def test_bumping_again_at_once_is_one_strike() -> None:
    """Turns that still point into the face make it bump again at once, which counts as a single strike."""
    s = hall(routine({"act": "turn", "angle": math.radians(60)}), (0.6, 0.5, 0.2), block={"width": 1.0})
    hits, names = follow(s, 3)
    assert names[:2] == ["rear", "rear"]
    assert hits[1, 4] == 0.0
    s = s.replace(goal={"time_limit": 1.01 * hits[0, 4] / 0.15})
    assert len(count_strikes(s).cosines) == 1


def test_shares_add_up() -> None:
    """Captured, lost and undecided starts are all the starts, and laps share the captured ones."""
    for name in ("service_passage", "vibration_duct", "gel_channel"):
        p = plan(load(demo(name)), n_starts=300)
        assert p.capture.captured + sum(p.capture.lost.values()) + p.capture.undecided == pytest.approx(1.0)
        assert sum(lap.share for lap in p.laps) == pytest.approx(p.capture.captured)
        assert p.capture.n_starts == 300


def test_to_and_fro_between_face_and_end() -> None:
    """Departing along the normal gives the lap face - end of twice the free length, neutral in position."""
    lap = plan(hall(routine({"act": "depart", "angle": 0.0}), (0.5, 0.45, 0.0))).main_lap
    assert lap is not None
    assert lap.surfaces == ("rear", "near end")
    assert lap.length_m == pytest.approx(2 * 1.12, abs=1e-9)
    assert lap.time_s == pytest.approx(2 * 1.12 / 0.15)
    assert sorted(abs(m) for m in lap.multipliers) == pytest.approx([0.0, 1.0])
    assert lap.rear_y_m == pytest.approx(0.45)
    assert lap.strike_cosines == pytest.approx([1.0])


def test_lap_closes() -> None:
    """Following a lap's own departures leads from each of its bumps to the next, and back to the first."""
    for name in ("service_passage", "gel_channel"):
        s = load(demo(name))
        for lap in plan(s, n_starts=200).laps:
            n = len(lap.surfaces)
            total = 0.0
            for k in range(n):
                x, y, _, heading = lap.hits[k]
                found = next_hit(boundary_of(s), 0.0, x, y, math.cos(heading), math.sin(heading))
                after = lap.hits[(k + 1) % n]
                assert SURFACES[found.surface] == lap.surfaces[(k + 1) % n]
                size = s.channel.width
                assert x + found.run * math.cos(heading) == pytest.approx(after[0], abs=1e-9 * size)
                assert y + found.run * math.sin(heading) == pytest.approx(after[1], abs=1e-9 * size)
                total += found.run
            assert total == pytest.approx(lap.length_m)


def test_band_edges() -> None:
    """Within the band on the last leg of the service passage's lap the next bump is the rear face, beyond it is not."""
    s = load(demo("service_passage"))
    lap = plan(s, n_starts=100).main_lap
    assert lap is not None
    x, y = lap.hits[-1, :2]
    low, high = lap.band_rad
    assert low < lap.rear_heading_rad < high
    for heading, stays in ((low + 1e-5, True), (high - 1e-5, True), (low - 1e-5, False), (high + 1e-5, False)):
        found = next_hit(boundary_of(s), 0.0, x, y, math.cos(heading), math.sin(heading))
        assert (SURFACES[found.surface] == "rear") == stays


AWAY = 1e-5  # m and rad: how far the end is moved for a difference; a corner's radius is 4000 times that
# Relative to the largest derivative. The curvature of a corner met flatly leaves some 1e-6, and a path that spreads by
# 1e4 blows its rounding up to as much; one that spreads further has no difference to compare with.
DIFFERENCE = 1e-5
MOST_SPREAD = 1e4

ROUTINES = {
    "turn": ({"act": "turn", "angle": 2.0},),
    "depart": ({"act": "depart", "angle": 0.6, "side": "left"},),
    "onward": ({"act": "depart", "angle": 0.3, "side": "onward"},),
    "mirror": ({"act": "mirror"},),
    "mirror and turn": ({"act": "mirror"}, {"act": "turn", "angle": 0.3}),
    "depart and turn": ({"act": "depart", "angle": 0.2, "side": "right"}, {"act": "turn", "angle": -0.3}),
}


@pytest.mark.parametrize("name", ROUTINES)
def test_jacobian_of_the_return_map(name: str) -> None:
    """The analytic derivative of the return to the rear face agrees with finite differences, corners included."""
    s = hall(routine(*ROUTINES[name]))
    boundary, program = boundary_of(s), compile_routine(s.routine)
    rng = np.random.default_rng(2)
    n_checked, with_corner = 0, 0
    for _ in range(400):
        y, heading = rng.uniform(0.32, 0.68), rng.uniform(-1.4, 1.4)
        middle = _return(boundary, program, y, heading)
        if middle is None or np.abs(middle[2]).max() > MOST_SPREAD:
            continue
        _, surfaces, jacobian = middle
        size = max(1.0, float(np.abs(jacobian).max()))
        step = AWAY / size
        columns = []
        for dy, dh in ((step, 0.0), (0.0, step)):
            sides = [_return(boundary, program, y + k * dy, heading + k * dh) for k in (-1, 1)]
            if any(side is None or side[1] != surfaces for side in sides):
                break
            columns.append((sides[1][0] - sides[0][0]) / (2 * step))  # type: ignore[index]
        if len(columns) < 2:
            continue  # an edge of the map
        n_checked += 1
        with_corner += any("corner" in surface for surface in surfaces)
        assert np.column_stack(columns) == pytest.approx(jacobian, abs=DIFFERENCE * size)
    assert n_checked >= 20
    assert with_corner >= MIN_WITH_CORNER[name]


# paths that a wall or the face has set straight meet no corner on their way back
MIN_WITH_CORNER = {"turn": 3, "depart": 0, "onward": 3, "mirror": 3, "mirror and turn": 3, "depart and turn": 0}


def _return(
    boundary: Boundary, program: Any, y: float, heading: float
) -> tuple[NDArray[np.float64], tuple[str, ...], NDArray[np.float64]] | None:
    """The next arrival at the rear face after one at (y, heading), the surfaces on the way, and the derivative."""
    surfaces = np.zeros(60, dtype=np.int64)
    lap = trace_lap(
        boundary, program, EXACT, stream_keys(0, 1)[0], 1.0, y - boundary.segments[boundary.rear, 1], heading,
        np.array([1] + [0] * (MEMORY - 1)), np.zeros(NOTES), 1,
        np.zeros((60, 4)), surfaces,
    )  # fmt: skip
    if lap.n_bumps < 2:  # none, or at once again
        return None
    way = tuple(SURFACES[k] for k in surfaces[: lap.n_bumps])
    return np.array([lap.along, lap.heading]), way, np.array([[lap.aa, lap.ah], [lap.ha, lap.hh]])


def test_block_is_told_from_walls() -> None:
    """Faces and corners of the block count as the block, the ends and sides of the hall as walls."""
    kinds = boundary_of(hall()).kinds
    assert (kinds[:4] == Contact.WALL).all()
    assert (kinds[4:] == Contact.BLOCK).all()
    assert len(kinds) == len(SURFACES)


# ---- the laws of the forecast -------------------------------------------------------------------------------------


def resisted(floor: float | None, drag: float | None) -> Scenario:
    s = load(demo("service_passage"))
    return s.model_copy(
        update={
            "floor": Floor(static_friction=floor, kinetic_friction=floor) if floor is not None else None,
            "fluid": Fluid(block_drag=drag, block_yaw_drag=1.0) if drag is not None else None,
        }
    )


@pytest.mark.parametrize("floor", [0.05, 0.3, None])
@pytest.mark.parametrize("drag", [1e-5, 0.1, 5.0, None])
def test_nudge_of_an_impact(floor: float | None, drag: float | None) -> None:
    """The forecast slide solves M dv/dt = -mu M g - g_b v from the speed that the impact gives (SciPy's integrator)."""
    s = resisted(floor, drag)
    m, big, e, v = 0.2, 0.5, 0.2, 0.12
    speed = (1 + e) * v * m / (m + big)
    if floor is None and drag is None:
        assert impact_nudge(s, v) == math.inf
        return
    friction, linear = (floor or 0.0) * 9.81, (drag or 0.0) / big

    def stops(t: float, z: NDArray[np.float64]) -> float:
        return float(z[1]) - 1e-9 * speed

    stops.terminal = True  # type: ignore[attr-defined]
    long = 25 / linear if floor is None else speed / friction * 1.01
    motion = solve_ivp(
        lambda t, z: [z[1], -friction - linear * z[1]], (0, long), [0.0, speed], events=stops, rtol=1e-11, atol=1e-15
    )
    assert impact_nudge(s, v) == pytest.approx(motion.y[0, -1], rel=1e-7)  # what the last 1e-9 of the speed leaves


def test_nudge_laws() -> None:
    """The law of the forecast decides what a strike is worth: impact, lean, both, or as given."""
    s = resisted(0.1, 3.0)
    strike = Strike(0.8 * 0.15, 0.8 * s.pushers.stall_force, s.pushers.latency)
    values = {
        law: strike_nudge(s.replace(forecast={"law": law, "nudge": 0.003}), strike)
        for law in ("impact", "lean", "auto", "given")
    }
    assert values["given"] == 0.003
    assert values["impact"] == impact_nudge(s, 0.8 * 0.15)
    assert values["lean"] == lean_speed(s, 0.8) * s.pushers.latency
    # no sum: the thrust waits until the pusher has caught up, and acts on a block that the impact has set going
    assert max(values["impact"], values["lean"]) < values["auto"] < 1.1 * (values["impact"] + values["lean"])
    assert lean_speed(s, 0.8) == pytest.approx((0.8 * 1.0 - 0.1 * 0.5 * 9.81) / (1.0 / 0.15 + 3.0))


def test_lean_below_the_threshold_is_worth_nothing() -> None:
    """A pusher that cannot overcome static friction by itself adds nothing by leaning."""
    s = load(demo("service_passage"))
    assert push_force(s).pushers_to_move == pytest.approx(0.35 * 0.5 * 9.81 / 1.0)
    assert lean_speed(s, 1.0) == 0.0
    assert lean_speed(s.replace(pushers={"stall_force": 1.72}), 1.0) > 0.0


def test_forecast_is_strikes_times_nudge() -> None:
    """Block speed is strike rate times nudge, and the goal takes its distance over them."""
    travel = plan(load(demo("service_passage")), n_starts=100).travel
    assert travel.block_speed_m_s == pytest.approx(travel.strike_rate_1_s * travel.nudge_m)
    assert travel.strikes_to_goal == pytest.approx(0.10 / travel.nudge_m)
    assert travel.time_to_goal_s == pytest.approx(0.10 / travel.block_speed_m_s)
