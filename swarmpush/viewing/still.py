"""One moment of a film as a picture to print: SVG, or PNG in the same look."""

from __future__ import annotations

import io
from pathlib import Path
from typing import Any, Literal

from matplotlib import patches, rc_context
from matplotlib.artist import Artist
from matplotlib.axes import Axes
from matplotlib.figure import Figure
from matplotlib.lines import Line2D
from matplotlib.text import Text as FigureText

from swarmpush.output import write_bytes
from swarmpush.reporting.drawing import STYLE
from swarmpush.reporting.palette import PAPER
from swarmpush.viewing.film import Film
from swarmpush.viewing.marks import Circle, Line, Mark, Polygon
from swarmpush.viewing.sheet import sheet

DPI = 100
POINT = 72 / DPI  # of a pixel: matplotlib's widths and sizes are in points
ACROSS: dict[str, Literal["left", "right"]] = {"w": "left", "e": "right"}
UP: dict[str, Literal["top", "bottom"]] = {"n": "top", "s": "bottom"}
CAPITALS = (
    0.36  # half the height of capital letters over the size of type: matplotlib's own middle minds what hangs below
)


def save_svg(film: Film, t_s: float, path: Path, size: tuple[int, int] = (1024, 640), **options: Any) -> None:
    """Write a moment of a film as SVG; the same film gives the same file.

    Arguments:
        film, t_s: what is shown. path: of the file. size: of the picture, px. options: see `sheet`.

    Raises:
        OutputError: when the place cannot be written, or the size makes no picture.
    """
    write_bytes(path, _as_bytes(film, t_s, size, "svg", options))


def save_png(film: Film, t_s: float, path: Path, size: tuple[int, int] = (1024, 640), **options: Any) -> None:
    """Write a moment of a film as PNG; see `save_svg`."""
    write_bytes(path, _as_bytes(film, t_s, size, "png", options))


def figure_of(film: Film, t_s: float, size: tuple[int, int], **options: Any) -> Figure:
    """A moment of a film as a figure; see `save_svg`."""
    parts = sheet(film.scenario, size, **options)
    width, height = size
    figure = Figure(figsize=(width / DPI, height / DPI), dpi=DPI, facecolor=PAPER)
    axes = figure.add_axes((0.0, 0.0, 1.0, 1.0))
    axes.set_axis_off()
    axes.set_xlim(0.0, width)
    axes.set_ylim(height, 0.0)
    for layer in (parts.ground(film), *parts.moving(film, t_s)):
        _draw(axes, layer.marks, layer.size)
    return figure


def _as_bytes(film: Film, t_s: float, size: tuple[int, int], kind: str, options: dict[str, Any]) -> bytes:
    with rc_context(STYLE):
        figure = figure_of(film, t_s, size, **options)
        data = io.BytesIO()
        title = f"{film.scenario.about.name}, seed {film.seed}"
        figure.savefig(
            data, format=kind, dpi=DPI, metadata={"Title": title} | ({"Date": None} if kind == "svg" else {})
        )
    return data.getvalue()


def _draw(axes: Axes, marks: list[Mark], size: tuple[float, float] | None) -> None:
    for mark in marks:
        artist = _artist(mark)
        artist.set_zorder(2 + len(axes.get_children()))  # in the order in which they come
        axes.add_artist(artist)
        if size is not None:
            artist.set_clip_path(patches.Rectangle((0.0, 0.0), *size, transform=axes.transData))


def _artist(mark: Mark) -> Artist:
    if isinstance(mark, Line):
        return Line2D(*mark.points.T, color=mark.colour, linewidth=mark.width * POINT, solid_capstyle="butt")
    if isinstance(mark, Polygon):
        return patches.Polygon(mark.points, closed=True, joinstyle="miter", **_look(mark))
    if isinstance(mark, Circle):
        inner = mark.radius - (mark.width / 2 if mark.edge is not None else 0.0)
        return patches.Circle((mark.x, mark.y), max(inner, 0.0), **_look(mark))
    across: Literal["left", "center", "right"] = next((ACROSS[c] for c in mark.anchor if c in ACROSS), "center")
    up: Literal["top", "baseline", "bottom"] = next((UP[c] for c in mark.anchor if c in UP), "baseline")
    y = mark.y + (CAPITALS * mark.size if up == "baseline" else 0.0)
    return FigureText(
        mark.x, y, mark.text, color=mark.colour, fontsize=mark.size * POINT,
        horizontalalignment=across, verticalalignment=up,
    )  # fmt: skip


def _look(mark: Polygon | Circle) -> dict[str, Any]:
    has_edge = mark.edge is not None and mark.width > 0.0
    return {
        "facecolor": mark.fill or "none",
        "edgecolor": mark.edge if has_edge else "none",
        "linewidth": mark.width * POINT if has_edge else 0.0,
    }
· · · · ·
Starting with the line that holds "parts = sheet(film.scenario, size, **options)" and ending with the line that holds "max(inner, 0.0), **_look(mark))", retype every line in the data above exactly, and nothing else.

    parts = sheet(film.scenario, size, **options)
    width, height = size
    figure = Figure(figsize=(width / DPI, height / DPI), dpi=DPI, facecolor=PAPER)
    axes = figure.add_axes((0.0, 0.0, 1.0, 1.0))
    axes.set_axis_off()
    axes.set_xlim(0.0, width)
    axes.set_ylim(height, 0.0)
    for layer in (parts.ground(film), *parts.moving(film, t_s)):
        _draw(axes, layer.marks, layer.size)
    return figure


def _as_bytes(film: Film, t_s: float, size: tuple[int, int], kind: str, options: dict[str, Any]) -> bytes:
    with rc_context(STYLE):
        figure = figure_of(film, t_s, size, **options)
        data = io.BytesIO()
        title = f"{film.scenario.about.name}, seed {film.seed}"
        figure.savefig(
            data, format=kind, dpi=DPI, metadata={"Title": title} | ({"Date": None} if kind == "svg" else {})
        )
    return data.getvalue()


def _draw(axes: Axes, marks: list[Mark], size: tuple[float, float] | None) -> None:
    for mark in marks:
        artist = _artist(mark)
        artist.set_zorder(2 + len(axes.get_children()))  # in the order in which they come
        axes.add_artist(artist)
        if size is not None:
            artist.set_clip_path(patches.Rectangle((0.0, 0.0), *size, transform=axes.transData))


def _artist(mark: Mark) -> Artist:
    if isinstance(mark, Line):
        return Line2D(*mark.points.T, color=mark.colour, linewidth=mark.width * POINT, solid_capstyle="butt")
    if isinstance(mark, Polygon):
        return patches.Polygon(mark.points, closed=True, joinstyle="miter", **_look(mark))
    if isinstance(mark, Circle):
        inner = mark.radius - (mark.width / 2 if mark.edge is not None else 0.0)
        return patches.Circle((mark.x, mark.y), max(inner, 0.0), **_look(mark))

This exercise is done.